Quantitative indistinguishability and sparse and dense clusters in factor of IID percolations (2512.07740v1)

Abstract: Chifan-Ioana (2010) implies that, for any factor of IID percolation on any nonamenable Cayley graph $G$, there is a countable set of (strong) indistinguishability classes for non-hyperfinite clusters. We introduce quantitative strengthenings, called (qI) and (qSI): for $η$-non-hyperfinite clusters, there are at most $M(G,η)<\infty$ (strong) indistinguishability classes, for any FIID percolation. We first show that (qI) and (qSI) for any $G$ are equivalent to the ``sparse implies thin'' property (SiT): any FIID percolation with $η$-non-hyperfinite clusters has density at least $c(G,η)>0$. Also, (SiT) is independent of the finite generating set of a group. We prove, using entropy inequalities, that (SiT) holds for free groups, even for weak FIIDs.
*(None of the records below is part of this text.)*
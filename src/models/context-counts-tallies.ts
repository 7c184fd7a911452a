/**
 * How often each count occurs: `times[i]` things were seen `values[i]` times. All that plug-in, Miller–Madow and other
 * estimators by counts need, in far less room than the counts.
 */
export interface Tallies {
  /** Rising, ≥ 1. */
  readonly values: Uint32Array;
  /** ≥ 1. */
  readonly times: Uint32Array;
  /** Σ times: how many things were seen. */
  readonly distinct: number;
  /** Σ values · times: how often anything was seen. */
  readonly total: number;
}

const SMALL = 4096;

/** Gathers counts one by one. */
export class TallyBuilder {
  readonly #small = new Uint32Array(SMALL);
  readonly #large = new Map<number, number>();

  /** Notes something seen `count` times; 0 is not noted. */
  add(count: number): void {
    if (count < SMALL) this.#small[count]++;
    else this.#large.set(count, (this.#large.get(count) ?? 0) + 1);
  }

  finish(): Tallies {
    const pairs: [number, number][] = [];
    for (let count = 1; count < SMALL; count++) {
      if (this.#small[count] > 0) pairs.push([count, this.#small[count]]);
    }
    pairs.push(...[...this.#large].sort((a, b) => a[0] - b[0]));
    let distinct = 0;
    let total = 0;
    for (const [count, times] of pairs) {
      distinct += times;
      total += count * times;
    }
    return {
      values: Uint32Array.from(pairs, (pair) => pair[0]),
      times: Uint32Array.from(pairs, (pair) => pair[1]),
      distinct,
      total,
    };
  }
}

/** Tallies of a list of counts. */
export function talliesOf(counts: Iterable<number>): Tallies {
  const builder = new TallyBuilder();
  for (const count of counts) builder.add(count);
  return builder.finish();
}

const log2Table = new Float64Array(1 << 16);
for (let i = 1; i < log2Table.length; i++) log2Table[i] = Math.log2(i);

/** log2 of a count ≥ 1, by table where it is small. For estimates only, never on a coding path. */
export function log2OfCount(count: number): number {
  return count < log2Table.length ? log2Table[count] : Math.log2(count);
}

/** Σ c · log2 c over all counts. Equal tallies give equal sums. */
export function sumOfLogs(tallies: Tallies): number {
  let sum = 0;
  for (let i = 0; i < tallies.values.length; i++) {
    sum += tallies.values[i] * tallies.times[i] * log2OfCount(tallies.values[i]);
  }
  return sum;
}
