import { constants } from 'node:zlib';
import type { CoderEntry, Declaration } from './contract.ts';
import { referenceCoder, referenceTraits } from './reference.ts';
import { deflateMethod } from './reference-library.ts';

const declaration: Declaration = {
  ...referenceTraits,
  name: 'deflate-huffman',
  summary:
    'Deflate without repeats: Huffman codes alone, fitted anew about every 16 384 bytes, by Node’s zlib.',
  parameters: [],
  policies: ['none'],
  worstCase: 'n bytes, 5 for each block of about 16 KiB, and up to 2 more',
  memory: 'the whole message; about 260 KiB to encode, 40 KiB to decode',
  source: 'Deutsch 1996, RFC 1951; the strategy Z_HUFFMAN_ONLY of zlib as built into Node',
};

/** A reference, and the pacer of timings: an order-0 prefix code whose tables follow the data. */
export const deflateHuffman: CoderEntry = {
  declaration,
  create: () =>
    // The level is of no consequence to this strategy, as long as it is not 0.
    referenceCoder(declaration, () =>
      deflateMethod({ level: 9, strategy: constants.Z_HUFFMAN_ONLY }),
    ),
};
On the other hand, recent work of Jardón-Sánchez, Mellick, Poulin, and Wróbel implies that (SiT) fails for weak FIIDs on non-exact, i.e., not property (A) groups. Furthermore, (SiT) implies that the Bernoulli graphing over any non-hyperfinite FIID cluster is strongly ergodic, and that indistinguishability for non-hyperfinite FIID clusters is equivalent to strong indistinguishability. These results follow from the work of Chifan-Ioana for every nonamenable Cayley graph, but with non-probabilistic proofs. We also prove, again using entropy inequalities, this time for all nonamenable Cayley graphs, that any FIID percolation with high enough expected degree must have a density close to 1, and there must be a single indistinguishability class of such clusters. On Kazhdan groups, there must be a single such cluster. Our results have finite counterparts: in any large girth $d$-regular graph sequence, any FIID subgraph of average degree at least $2+δ$ must have density at least $c(d,δ)>0$. In the uniform random d-regular graph $G_{n,d}$, this holds for every subgraph of average degree at least $2+δ$.